When the museum, blaming the city for a six-month delay in much-needed ticket revenue, asked the council for a $600,000 loan to keep it afloat until the opening, Salt Lake City Council chair Jill Remington-Love asked in a July 19, 2011, council working session if the museum had met its fundraising targets. A staffer replied haltingly, “I believe so.” However, according to the Leonardo’s own documentation provided to the council in May 2011, the Leonardo had raised only $3.5 million by that time. Nevertheless, the Leonardo got the loan, raising its annual debt service to $195,360.

Giles dismisses attempts to question the Leonardo’s financial stability and viability. He says the $5.3 million was “our goal. We were doing what was necessary to provide the experience that’s here.” As he descends down to the parking garage after a 20-minute interview that shed little light on the museum’s finances, he says, rather than the numbers, “the story” is “what we are doing for visitors. The real story is talking about the Leonardo.”

But for skeptics, the real story is whether the Leonardo can continue walking the financial tightrope it has managed to inch along so far. This summer, for instance, it had committed to raising over $500,000 between July and October. Giles wouldn’t discuss specifics, other than to say, “fundraising was going well,” and numerous sponsors had come forward. Then there’s the ticket-sale forecast of $220,000 for its first month alone. Again, he declined to comment on the first weeks. Instead, he suggested coming back in a year’s time to inquire as to how ticket sales and fundraising efforts had gone.

Haworth is inspired by the potential of the museum. When asked if the Leonardo will hit its projected 650 visitors a day, she says candidly, “It won’t for a while. We have to be realistic. It’s a tough month to open. But it will average out OK.”
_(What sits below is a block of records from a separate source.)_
def close_store(store: RecordStore) -> None:
    """Close the store's connection (safe to call twice)."""
    store.conn.close()


def integrity_check(store: RecordStore) -> list[str]:
    """SQLite's own ``PRAGMA integrity_check`` plus foreign keys: ``["ok"]`` when healthy."""
    rows = [r[0] for r in store.conn.execute("PRAGMA integrity_check")]
    bad = store.conn.execute("PRAGMA foreign_key_check").fetchall()
    return rows + [f"foreign key: {tuple(b)}" for b in bad]


@contextmanager
def write_transaction(store: RecordStore) -> Iterator[sqlite3.Connection]:
    """One write transaction; waits for other writers; sqlite errors become RecordError."""
    conn = store.conn
    try:
        conn.execute("BEGIN IMMEDIATE")
    except sqlite3.DatabaseError as exc:
        raise corrupt_error(store.path, exc) from exc
    try:
        yield conn
        conn.execute("COMMIT")
    except BaseException as exc:
        if conn.in_transaction:
            conn.execute("ROLLBACK")
        if isinstance(exc, sqlite3.IntegrityError):
            raise RecordError(f"{store.path}: rejected by the record store ({exc}); "
                              "nothing was changed") from exc
        if isinstance(exc, sqlite3.DatabaseError):
            raise corrupt_error(store.path, exc) from exc
        raise


def _read(store: RecordStore, sql: str, params: Sequence[Any] = ()) -> list[tuple[Any, ...]]:
    try:
        return store.conn.execute(sql, params).fetchall()
    except sqlite3.DatabaseError as exc:
        raise corrupt_error(store.path, exc) from exc


# --------------------------------------------------------------------------- elements

ELEMENT_COLS = ("id, kit, design, element_key, design_frequency_hz, band_low_hz, band_high_hz, "
                 "predicted_leg_m, cut_leg_m, slope_m_per_hz, partners, spec_revision, status, "
                 "created, updated")


def element_from_row(r: Sequence[Any]) -> ElementRow:
    return ElementRow(r[0], r[1], r[2], r[3], r[4], r[5], r[6], r[7], r[8], r[9],
                      tuple(json.loads(r[10])), r[11], r[12], r[13], r[14])


def element_params(e: ElementRow) -> tuple[Any, ...]:
    return (e.id, e.kit, e.design, e.key, e.design_frequency_hz, e.band_low_hz, e.band_high_hz,
            e.predicted_leg_m, e.cut_leg_m, e.slope_m_per_hz, json.dumps(list(e.partners)),
            e.spec_revision, e.status, e.created, e.updated)


def list_elements(store: RecordStore, status: Status | None = None) -> list[ElementRow]:
    """All elements (or those with one status), sorted by ID."""
    where = "" if status is None else " WHERE status = ?"
    rows = _read(store, f"SELECT {ELEMENT_COLS} FROM elements{where} ORDER BY id",
                 () if status is None else (status,))
    return [element_from_row(r) for r in rows]


def _unknown(store: RecordStore, wanted: str) -> RecordError:
    ids = [r[0] for r in _read(store, "SELECT id FROM elements ORDER BY id")]
    if not ids:
        return RecordError(f"unknown element {wanted!r}: the record store {store.path} is empty")
    near = nearest_ids(wanted, ids) or ids[:5]
    return RecordError(f"unknown element {wanted!r}; nearest: {', '.join(near)}")


def get_element(store: RecordStore, element_id: str) -> ElementRow:
    """The element with this ID; RecordError naming the nearest IDs when unknown."""
    rows = _read(store, f"SELECT {ELEMENT_COLS} FROM elements WHERE id = ?", (element_id,))
    if not rows:
        raise _unknown(store, element_id)
    return element_from_row(rows[0])


def resolve_id(store: RecordStore, text: str) -> tuple[ElementRow, Literal["A", "B"] | None]:
    """Element for an element ID ("K03-40m") or a leg ID ("K03-40m-A": also returns the leg).

    Case does not matter ("K03-40M-A" as a label's QR code holds it): element IDs are a kit
    number and a band name, which no two elements share in any case."""
    text = text.strip()
    row = _element_by_id(store, text)
    if row is not None:
        return row, None
    base, _, leg = text.rpartition("-")
    if base and leg.upper() in ("A", "B"):
        row = _element_by_id(store, base)
        if row is not None:
            return row, "A" if leg.upper() == "A" else "B"
    raise _unknown(store, text)


def _element_by_id(store: RecordStore, element_id: str) -> ElementRow | None:
    """The element row of ``element_id``: the exact ID (the key's index), else one equal but
    for case (a scan of the few hundred rows a build day has)."""
    query = f"SELECT {ELEMENT_COLS} FROM elements WHERE id = ?"
    rows = (_read(store, query, (element_id,))
            or _read(store, query + " COLLATE NOCASE", (element_id,)))
    return element_from_row(rows[0]) if rows else None


def _same_design(a: ElementRow, b: ElementRow) -> bool:
    keys = ("kit", "design", "key", "design_frequency_hz", "band_low_hz", "band_high_hz",
            "predicted_leg_m", "cut_leg_m", "slope_m_per_hz", "partners")
    return all(getattr(a, k) == getattr(b, k) for k in keys)
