async def find(request: Request) -> Response:
    """The board's lookup box: a leg or element ID typed, or read by a barcode scanner (which
    types what it reads), or a label's whole link; answers with the element page."""
    text = request.query_params.get("id", "").strip()[:FIND_MAX_CHARS]
    if "/" in text:  # a link label's address: its last path segment names the element
        last = text.split("?")[0].split("#")[0].rstrip("/").rsplit("/", 1)[-1]
        text = urllib.parse.unquote(last).removesuffix(".html")
    client = _client(request)
    if not text:
        return _finish(RedirectResponse("/board", status_code=303), *client)
    try:
        element_id = await run_in_threadpool(api.resolve, _state(request).station, text)
    except BuildsheetError as exc:
        return _message(request, "Unknown element", _one_line(exc), 404)
    return _finish(RedirectResponse(views.element_url(element_id), status_code=303), *client)


async def home(request: Request) -> Response:
    return RedirectResponse("/board", status_code=303)


# --------------------------------------------------------------------------- organiser
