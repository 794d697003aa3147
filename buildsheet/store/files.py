"""Atomic writes: single files and whole output folders (build aside, then swap)."""

from __future__ import annotations

import os
import shutil
import tempfile
from pathlib import Path
from typing import BinaryIO

from buildsheet.errors import BuildError, Problem


def _umask() -> int:
    mask = os.umask(0o022)
    os.umask(mask)
    return mask


def write_atomic(path: Path, data: bytes) -> None:
    """Write ``data`` to ``path`` through a temporary file in the same folder and os.replace."""
    fd, tmp = tempfile.mkstemp(dir=path.parent, prefix=f".{path.name}.", suffix=".tmp")
    try:
        os.fchmod(fd, 0o666 & ~_umask())
        with os.fdopen(fd, "wb") as fh:
            fh.write(data)
            fh.flush()
            os.fsync(fh.fileno())
        os.replace(tmp, path)
    except BaseException:
        Path(tmp).unlink(missing_ok=True)
        raise


def write_output(data: bytes, out: str | os.PathLike[str] | BinaryIO) -> None:
    """Write a rendered document to a binary stream, or atomically to a path.

    Raises BuildError naming the path when it cannot be written.
    """
    if hasattr(out, "write"):
        out.write(data)  # type: ignore[union-attr]
        return
    path = Path(out)  # type: ignore[arg-type]
    try:
        write_atomic(path, data)
    except OSError as exc:
        raise BuildError([Problem(str(path), f"cannot write: {exc.strerror or exc}")]) from None


def _backup_name(out_dir: Path) -> Path:
    return out_dir.parent / f".{out_dir.name}.previous"


def _staging_prefix(out_dir: Path) -> str:
    return f".{out_dir.name}.building-"


def _alive(pid: int) -> bool:
    try:
        os.kill(pid, 0)
    except ProcessLookupError:
        return False
    except PermissionError:
        return True
    return True


def recover(out_dir: Path) -> None:
    """Undo an interrupted build: restore the previous packet if the new one never landed, and
    remove staging folders left by builds that were killed (their process is gone)."""
    backup = _backup_name(out_dir)
    if backup.is_dir():
        if out_dir.exists():
            shutil.rmtree(backup, ignore_errors=True)
        else:
            os.replace(backup, out_dir)
    prefix = _staging_prefix(out_dir)
    if out_dir.parent.is_dir():
        for stale in out_dir.parent.glob(prefix + "*"):
            pid = stale.name[len(prefix):].partition("-")[0]
            if pid.isdigit() and int(pid) != os.getpid() and not _alive(int(pid)):
                shutil.rmtree(stale, ignore_errors=True)


def prepare_staging(out_dir: Path) -> Path:
    """Create an empty staging folder beside ``out_dir`` (same file system), return it.

    Raises BuildError naming the folder when it cannot be created or written.
    """
    try:
        out_dir.parent.mkdir(parents=True, exist_ok=True)
        recover(out_dir)
        if out_dir.exists() and not out_dir.is_dir():
            raise BuildError([Problem(str(out_dir), "exists and is not a folder; choose another -o")])
        prefix = f"{_staging_prefix(out_dir)}{os.getpid()}-"  # the pid lets recover() clean up
        staging = Path(tempfile.mkdtemp(dir=out_dir.parent, prefix=prefix))
        staging.chmod(0o777 & ~_umask())
        return staging
    except OSError as exc:
        raise BuildError([Problem(str(out_dir), f"cannot write the output folder: "
                                  f"{exc.strerror or exc}")]) from None


def swap_in(staging: Path, out_dir: Path, *, keep: tuple[str, ...] = ()) -> None:
    """Replace ``out_dir`` by ``staging``. Files named in ``keep`` that exist in the old folder but
    not in staging are carried over (used when only changed files were written)."""
    backup = _backup_name(out_dir)
    if out_dir.is_dir():
        for name in keep:
            old, new = out_dir / name, staging / name
            if old.exists() and not new.exists():
                new.parent.mkdir(parents=True, exist_ok=True)
                if old.is_dir():
                    shutil.copytree(old, new)
                else:
                    shutil.copy2(old, new)
        shutil.rmtree(backup, ignore_errors=True)
        os.replace(out_dir, backup)
    os.replace(staging, out_dir)
    shutil.rmtree(backup, ignore_errors=True)


def discard(staging: Path) -> None:
    shutil.rmtree(staging, ignore_errors=True)
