def _row_problems(table: str, item: Mapping[str, Any],
                  legs: Mapping[str, float]) -> list[str]:
    """What is wrong with one exported row, as the record commands would judge it: types,
    finite numbers, plausible ranges, known elements, ISO 8601 times."""
    out = []
    for (of, name), allowed in _CHOICES.items():
        if of == table and item.get(name) not in allowed:
            out.append(f"{name} {item.get(name)!r} is not one of {', '.join(allowed)}")
    for key in _TIME_KEYS:
        if key in item and not _iso_time(item[key]):
            out.append(f"{key} {item[key]!r} is not an ISO 8601 time (e.g. "
                       "2027-03-13T10:15:00+00:00)")
    for key in ("note", "reason", "how", "hash", "file", "target", "design", "fingerprint"):
        if key in item and (not isinstance(item[key], str) or len(item[key]) > MAX_NOTE):
            out.append(f"{key} must be text of at most {MAX_NOTE} characters")
    if "revision" in item and (not isinstance(item["revision"], int)
                               or isinstance(item["revision"], bool) or item["revision"] < 0):
        out.append(f"revision {item['revision']!r} is not a whole number >= 0")
    if table != "elements" and "element_id" in item and item["element_id"] not in legs:
        out.append(f"element_id {item['element_id']!r} is neither in the file nor in the store")
    element_id = item.get("element_id")
    leg = legs.get(element_id) if isinstance(element_id, str) else None
    low, high = HF_RANGE_HZ
    if table == "measurements":
        if not (_finite(item["dip_hz"]) and low <= item["dip_hz"] <= high):
            out.append(f"dip_hz {item['dip_hz']!r} is not a frequency from 1 to 30 MHz in Hz")
        if item["swr"] is not None and not (_finite(item["swr"]) and 1.0 <= item["swr"] <= 100):
            out.append(f"swr {item['swr']!r} is not an SWR from 1 to 100 (or null)")
        out += _extras_problems(item)
    elif table == "trims":
        delta = item["delta_m"]
        if not (_finite(delta) and delta != 0):
            out.append(f"delta_m {delta!r} is not a non-zero length in m")
        elif leg is not None and abs(delta) >= leg:
            out.append(f"delta_m {delta!r} m is not shorter than its leg ({leg:.3f} m)")
    elif table == "cuts":
        if not (_finite(item["length_m"]) and 0 < item["length_m"] <= MAX_LEG_M):
            out.append(f"length_m {item['length_m']!r} is not a length above 0 and at most "
                       f"{MAX_LEG_M:g} m")
    elif table == "calibrations":
        problem = _calibration_problem(item)
        if problem:
            out.append(f"calibration data: {problem}")
    elif table == "elements":
        if not (_finite(item["design_frequency_hz"]) and low <= item["design_frequency_hz"] <= high):
            out.append(f"design_frequency_hz {item['design_frequency_hz']!r} is not from 1 to 30 MHz")
        for key in ("predicted_leg_m", "cut_leg_m"):
            if _finite(item[key]) and not 0 < item[key] <= MAX_LEG_M:
                out.append(f"{key} {item[key]!r} is not above 0 and at most {MAX_LEG_M:g} m")
    return out
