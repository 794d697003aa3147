"""store stage of the buildsheet pipeline."""
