"""Export and import of the element record store as JSON (a readable backup and restore).

The export holds every table; importing merges, skipping exact duplicates, in one transaction.
"""

from __future__ import annotations

import math
import sqlite3
from collections.abc import Mapping
from dataclasses import asdict, dataclass, field, fields
from typing import Any

from buildsheet.errors import RecordError
from buildsheet.store import ledger as _rec
from buildsheet.store.ledger import (
    ELEMENT_COLS,
    ElementRow,
    RecordStore,
    corrupt_error,
    element_from_row,
    element_params,
    write_transaction,
)

#: Export file format tag (``export_json``); bump the number on incompatible changes.
EXPORT_FORMAT = "buildsheet-records"


@dataclass(frozen=True)
class ImportReport:
    """Counts of rows added by :func:`import_json`; exact duplicates are skipped."""

    elements: int = 0
    measurements: int = 0
    trims: int = 0
    prints: int = 0
    skipped: int = 0
    conflicts: tuple[str, ...] = field(default_factory=tuple)
    calibrations: int = 0
    cuts: int = 0
    voids: int = 0


# --------------------------------------------------------------------------- export / import

_TABLES: dict[str, tuple[str, ...]] = {
    "measurements": ("element_id", "time", "dip_hz", "swr", "note"),
    "trims": ("element_id", "leg", "delta_m", "time", "note"),
    "prints": ("revision", "element_id", "kind", "hash", "file", "time"),
    "calibrations": ("design", "fingerprint", "data", "sources", "created"),
    "cuts": ("element_id", "leg", "length_m", "revision", "how", "time", "note"),
    "voids": ("kind", "element_id", "target", "reason", "time"),
}


def export_json(store: RecordStore) -> dict[str, Any]:
    """The whole store as plain JSON-ready data (a readable backup), read in one snapshot."""
    conn = store.conn
    try:
        conn.execute("BEGIN")
        try:
            out: dict[str, Any] = {"format": EXPORT_FORMAT, "schema_version": _rec.SCHEMA_VERSION}
            out["elements"] = [{**asdict(e), "partners": list(e.partners)} for e in map(
                element_from_row, conn.execute(f"SELECT {ELEMENT_COLS} FROM elements ORDER BY id"))]
            for table, cols in _TABLES.items():
                out[table] = [dict(zip(cols, r)) for r in conn.execute(
                    f"SELECT {', '.join(cols)} FROM {table} ORDER BY id")]
        finally:
            conn.execute("COMMIT")
    except sqlite3.DatabaseError as exc:
        raise corrupt_error(store.path, exc) from exc
    return out


def _check_export(data: Any) -> Mapping[str, Any]:
    if not isinstance(data, Mapping) or data.get("format") != EXPORT_FORMAT:
        raise RecordError(f"not a buildsheet records export (expected format {EXPORT_FORMAT!r})")
    version = data.get("schema_version")
    if not isinstance(version, int) or version > _rec.SCHEMA_VERSION:
        raise RecordError(f"export schema_version {version!r} is not readable by this buildsheet "
                          f"(reads up to {_rec.SCHEMA_VERSION})")
    for table in ("elements", *_TABLES):
        if not isinstance(data.get(table, []), list):
            raise RecordError(f"export: {table!r} must be a list")
    return data


_NUMBER_FIELDS = ("design_frequency_hz", "band_low_hz", "band_high_hz", "predicted_leg_m",
                  "cut_leg_m", "slope_m_per_hz")


def _element_from_export(item: Any, i: int) -> ElementRow:
    names = {f.name for f in fields(ElementRow)}
    if not isinstance(item, Mapping) or set(item) != names:
        raise RecordError(f"export: elements[{i}] must have exactly the keys "
                          f"{', '.join(sorted(names))}")
    bad = [k for k in _NUMBER_FIELDS if isinstance(item[k], bool)
           or not isinstance(item[k], (int, float)) or not math.isfinite(item[k])]
    bad += [k for k in ("id", "kit", "design", "key", "status", "created", "updated")
            if not isinstance(item[k], str)]
    if not isinstance(item["partners"], list) or not all(isinstance(p, str)
                                                          for p in item["partners"]):
        bad.append("partners")
    if bad:
        raise RecordError(f"export: elements[{i}] has bad values for {', '.join(bad)}")
    return ElementRow(**{**item, "partners": tuple(item["partners"])})


def import_json(store: RecordStore, data: Any) -> ImportReport:
    """Restore an :func:`export_json` backup into the store, in one transaction.

    Merges: missing elements and rows are added, exact duplicates skipped, so importing the same
    backup twice changes nothing. An element that exists with different values keeps the store's
    values and is listed in ``conflicts``. Bad data raises RecordError and changes nothing.
    """
    data = _check_export(data)
    counts = {"elements": 0, "measurements": 0, "trims": 0, "prints": 0, "calibrations": 0,
              "cuts": 0, "voids": 0, "skipped": 0}
    conflicts: list[str] = []
    with write_transaction(store) as conn:
        for i, item in enumerate(data.get("elements", [])):
            row = _element_from_export(item, i)
            found = conn.execute(f"SELECT {ELEMENT_COLS} FROM elements WHERE id = ?",
                                 (row.id,)).fetchone()
            if found is None:
                conn.execute(f"INSERT INTO elements ({ELEMENT_COLS}) VALUES "
                             f"({', '.join('?' * 15)})", element_params(row))
                counts["elements"] += 1
            elif element_from_row(found) == row:
                counts["skipped"] += 1
            else:
                conflicts.append(row.id)
        for table, cols in _TABLES.items():
            for i, item in enumerate(data.get(table, [])):
                if not isinstance(item, Mapping) or set(item) != set(cols):
                    raise RecordError(f"export: {table}[{i}] must have exactly the keys "
                                      f"{', '.join(cols)}")
                values = [item[c] for c in cols]
                if not all(v is None or isinstance(v, (str, int, float)) for v in values):
                    raise RecordError(f"export: {table}[{i}] values must be text or numbers")
                match = " AND ".join(f"{c} IS ?" for c in cols)
                if conn.execute(f"SELECT 1 FROM {table} WHERE {match}", values).fetchone():
                    counts["skipped"] += 1
                    continue
                conn.execute(f"INSERT INTO {table} ({', '.join(cols)}) VALUES "
                             f"({', '.join('?' * len(cols))})", values)
                counts[table] += 1
    return ImportReport(counts["elements"], counts["measurements"], counts["trims"],
                        counts["prints"], counts["skipped"], tuple(conflicts),
                        counts["calibrations"], counts["cuts"], counts["voids"])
A mid-October visit, during the Utah Education Association weekend—when  K-12 children have a four-day break from school—saw numerous families milling around exhibits. The following Thursday evening, an hour before closing, the museum was almost empty but for a handful of visitors and staffers manning the exhibits. Several staffers said weekdays had been slow.

All this leads to more head-scratching when you consider the $600,000 loan was supposedly for ramp-up costs “including staffing, advertising, consultants and supplies” according to the council transmittal. But the advertising budget for the grand opening of the Leonardo was just $50,000, according to a frustrated Haworth.

She isn’t daunted, though. “I expect it to feel precarious,” she says. “Anything original, radical, different is bloody going to be precarious. We’re inventing something, a squally little creature.” Much of that “creature”  revolves around “hands-on, interface, making stuff,” Haworth says, whether animating a short film, trying out a prosthetic limb, or having your spit tested for genetic markers.

Haworth says it’s not about the numbers. While the bottom line “can kill us or cure us, it’s absolutely not the measure of this place.” She continues, “Building this baby hasn’t been easy, but it’s been worth every damned minute of it. If the toddler can get to walk, it can be something quite spectacular.”